On June 27, 2023, Governor DeSantis signed CS/HB 1301 into law. This new legislation creates a rebuttable presumption that equal time-sharing is in the best interest of a child. This is a major victory for many fathers throughout the state who currently have divorce and paternity matters pending.
Specifically, § 61.13(2)(c)(1), Fla. Stat., is amended, in part, as follows:
“It is the public policy of this state that each minor child has frequent and continuing contact with both parents after the parents separate or the marriage of the parties is dissolved and to encourage parents to share the rights and responsibilities, and joys, of childrearing. Unless otherwise provided in this section or agreed to by the parties there is a rebuttable presumption that equal time-sharing of a minor child is in the best interests of the minor child. To rebut this presumption, a party must prove by a preponderance of the evidence that equal time-sharing is not in the best interest of the child”
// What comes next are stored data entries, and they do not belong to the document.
/** Problems of the study behind the options, told as problems of the options. */
function asCommandLine<T>(work: () => T): T {
  try {
    return work();
  } catch (error) {
    if (!(error instanceof InputError)) throw error;
    const options: Record<string, string> = {
      'population.households': '--households',
      'population.places': '--places',
      'population.groups': '--groups',
      'population.wealth.gini': '--gini',
      'population.wealth.between_places': '--between',
      "the groups' shares": '--groups',
      'wealth.between_places': '--between',
    };
    throw new InputError(
      error.problems.map((found) => {
        const option = Object.entries(options).find(([path]) => found.problem.startsWith(path))?.[1];
        const words = found.problem.replaceAll('arms[0].network.', '').replaceAll('arms[0].network', 'the network');
        return { ...found, place: option ?? (/\bkind\b/.test(words) ? 'network build KIND' : '--set'), problem: words };
      }),
    );
  }
}

// ── mix ─────────────────────────────────────────────────────────────────────────────────────────

interface HouseholdOptions {
  readonly households?: string;
  readonly value?: string;
  readonly by?: string;
  readonly seed: string;
  readonly json?: true;
}

interface MixOptions extends HouseholdOptions {
  readonly share?: number;
  readonly target?: string;
  readonly to?: number;
  readonly bestEffort?: true;
  readonly out?: string;
}

function mixCommand(network: Command): void {
  network
    .command('mix')
    .argument('<graph>', 'ties, .csv or .graphml')
    .addOption(new Option('--share <share>', 'share of ties swapped at random').argParser(number('--share')))
    .option('--target <measure>', `swap toward a measure: ${MIX_TARGETS.join(', ')}`)
    .addOption(new Option('--to <value>', 'the value of the target').argParser(number('--to')))
    .option('--best-effort', 'accept the nearest value when the target is out of reach')
    .option('--households <file>', 'CSV with the id in its first column; its households are those of the graph')
    .option('--value <column>', 'column with wealth, for the targets that need it')
    .option('--by <column>', 'column with the group, for e_i_group')
    .option('--seed <text>', 'seed', 'mix')
    .option('--out <file>', 'file to write, .csv or .graphml (default: standard output, as CSV)')
    .option('--json', 'machine-readable summary on standard output')
    .summary('rearrange ties; every household keeps its number of ties')
    .description('Rearranges ties by degree-preserving swaps: a share of them at random, or toward a measure.')
    .addHelpText(
      'after',
      '\nExamples:\n  rungsight network mix ties.csv --share 0.5 --out mixed.csv\n' +
        '  rungsight network mix ties.csv --target economic_connectedness --to 0.95 --households h.csv --value wealth --out mixed.csv',
    )
    .action((graph: string, options: MixOptions) => {
      const out = checkOut(options.out, options.json);
      const spec = mixSpec(options);
      const read = readGraphFile(graph, options);
      const labels: Labels = {
        n: read.ties.n,
        place: new Uint32Array(read.ties.n),
        group: read.by ?? new Uint32Array(read.ties.n),
        wealth: read.value ?? new Float64Array(read.ties.n).fill(1),
      };
      const mixed = asOptions(() => mix(read.ties, spec, labels, stream(options.seed, 0, 'mix')));
      writeGraph(out, mixed.ties, read.ids, read.columns);
      const { ties, ...summary } = mixed;
      say(options.json, out, { households: ties.n, ties: tieCount(ties), ...summary });
    });
}

function mixSpec(options: MixOptions): MixSpec {
  if ((options.share === undefined) === (options.target === undefined)) {
    throw new InputError({
      code: 'options-exclude',
      place: options.share === undefined ? 'network mix' : '--share',
      problem:
        options.share === undefined ? 'neither --share nor --target is given' : '--share and --target are both given',
      remedy: 'give one of them',
    });
  }
  if (options.share !== undefined) return { share: options.share };
  const target = MIX_TARGETS.find((name) => name === options.target);
  if (target === undefined) {
    throw new InputError({
      code: 'unknown-value',
      place: '--target',
      problem: `'${options.target}' is not a measure ties can be mixed toward`,
      remedy: `use one of ${MIX_TARGETS.join(', ')}`,
    });
  }
  if (options.to === undefined) {
    throw new InputError({
      code: 'missing-option',
      place: '--target',
      problem: 'its value is missing',
      remedy: 'add --to VALUE',
    });
  }
  const needed = target === 'e_i_group' ? (['by', '--by'] as const) : (['value', '--value'] as const);
  if (options[needed[0]] === undefined) {
    throw new InputError({
      code: 'missing-option',
      place: '--target',
      problem: `${target} needs a column of the households`,
      remedy: `add --households FILE ${needed[1]} COLUMN`,
    });
  }
  return { target, value: options.to, best_effort: options.bestEffort === true };
}

/** Problems of mixing, told by option. */
function asOptions<T>(work: () => T): T {
  try {
    return work();
  } catch (error) {
    if (!(error instanceof InputError)) throw error;
    const option: Record<string, string> = {
      'mixing.share': '--share',
      'mixing.value': '--to',
      'mixing.target': '--target',
    };
    throw new InputError(
      error.problems.map((found) => ({
        ...found,
        place: option[found.place] ?? found.place,
        remedy: found.remedy.replace('best_effort: true', '--best-effort'),
      })),
    );
  }
}

// ── measure ─────────────────────────────────────────────────────────────────────────────────────

function measureCommand(network: Command): void {
  network
    .command('measure')
    .argument('<graph>', 'ties, .csv or .graphml')
    .option('--households <file>', 'CSV with the id in its first column; its households are those of the graph')
    .option('--value <column>', 'a number of each household: assortativity and Moran’s I')
    .option('--by <column>', 'a label of each household: assortativity, modularity, E–I and Coleman indices')
    .addOption(
      new Option('--permutations <n>', 'permutations behind the p-value of Moran’s I')
        .argParser(wholeNumber('--permutations', 0))
        .default(999),
    )
    .option('--seed <text>', 'seed of the permutations', 'measure')
    .option('--json', 'machine-readable result on standard output')
    .summary('measure a graph: size, clustering, assortativity, segregation')
    .description(
      'Measures a graph, with a value and a label of its households where given. Without --households the\nattributes of a GraphML file serve.',
    )
    .addHelpText(
      'after',
      '\nExample:\n  rungsight network measure ties.csv --households h.csv --value wealth --by group',
    )
    .action((graph: string, options: HouseholdOptions & { readonly permutations: number }) => {
      const { ties, value, by } = readGraphFile(graph, options);
      const summary = networkSummary(ties, {
        value: value ?? undefined,
        by: by ?? undefined,
        permutations: options.permutations,
        uniform: stream(options.seed, 0, 'measure'),
      });
      if (options.json) console.log(JSON.stringify(summary, null, 2));
      else
        for (const [key, x] of Object.entries(summary))
          console.log(`${key.padEnd(22)} ${shownNumber(x as number | null)}`);
    });
}

function shownNumber(x: number | null): string {
  if (x === null) return 'not defined';
  return Number.isInteger(x) ? String(x) : String(Number(x.toPrecision(6)));
}

// ── files ───────────────────────────────────────────────────────────────────────────────────────

interface GraphFile {
  readonly ties: Ties;
  readonly ids: readonly string[];
  readonly columns: readonly Column[];
  readonly value: Float64Array | null;
  readonly by: Uint32Array | null;
}

function readGraphFile(path: string, options: HouseholdOptions): GraphFile {
  const table = options.households === undefined ? null : householdTable(options.households);
  const graph = readGraph(readText(path, path), path, table?.ids ?? null);
  const columnOf = (option: string, name: string): readonly string[] => {
    if (table !== null) return table.column(option, name);
    const own = graph.columns.find((column) => column.name === name);
    if (own === undefined) {
      throw new InputError({
        code: 'missing-column',
        place: option,
        problem: `the graph's households have no '${name}'`,
        remedy: 'name the file that has it with --households',
      });
    }
    return Array.from(own.values as ArrayLike<number | string>, (x) => (Number.isNaN(x) ? '' : String(x)));
  };
  return {
    ties: graph.ties,
    ids: graph.ids,
    columns: graph.columns,
    value:
      options.value === undefined
        ? null
        : numbers(columnOf('--value', options.value), options.value, options.households ?? path),
    by: options.by === undefined ? null : codes(columnOf('--by', options.by)),
  };
}

function householdTable(path: string): { ids: string[]; column: (option: string, name: string) => string[] } {
  const table: CsvTable = readCsv(readText(path, path), path);
  const ids = table.rows.map((row) => row[0]!.trim());
  const seen = new Map<string, number>();
  ids.forEach((id, i) => {
    const earlier = seen.get(id);
    if (id === '' || earlier !== undefined) {
      throw new InputError({
        code: id === '' ? 'missing-id' : 'duplicate-household',
        place: `${path} row ${table.lines[i]}`,
        problem: id === '' ? 'the id is empty' : `household '${id}' stands in row ${earlier} too`,
        remedy: id === '' ? 'give every household an id' : 'keep one row a household',
      });
    }
    seen.set(id, table.lines[i]!);
  });
  return {
    ids,
    column: (option, name) => {
      const at = table.header.indexOf(name);
      if (at < 0) {
        const guess = nearest(name, table.header);
        throw new InputError({
          code: 'missing-column',
          place: option,
          problem: `${path} has no column '${name}'`,
          remedy: guess === undefined ? `use one of ${table.header.join(', ')}` : `did you mean '${guess}'?`,
        });
      }
      return table.rows.map((row) => row[at]!.trim());
    },
  };
}

/** Numbers; an empty cell is a value that is not known. */
function numbers(cells: readonly string[], name: string, place: string): Float64Array {
  return Float64Array.from(cells, (cell, i) => {
    if (cell === '' || cell === 'NA') return NaN;
    const x = Number(cell);
    if (Number.isFinite(x)) return x;
    throw new InputError({
      code: 'bad-number',
      place: `${place} row ${i + 2} column ${name}`,
      problem: `'${cell}' is not a number`,
      remedy: 'give numbers with a point as decimal mark, or leave the cell empty',
    });
  });
}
Also, pursuant to § 61.13(2)(c)(3), Fla. Stat., parents who have a time-sharing arrangement while living more than fifty (50) miles a part from one another, and if one of the parents now moves to within fifty (50) miles of the other parent, will be able to petition the court to modify the time-sharing arrangement where it will automatically be deemed a substantial change in circumstances as a matter of law.
Prior to the enactment of this legislation, there has always been a presumption of shared parental responsibility but not equal time-sharing between parents. Now, both parents enter court on equal footing and are entitled to equal time sharing with their child(ren) in addition to the presumption of shared responsibility
This legislation takes effect on July 1, 2023.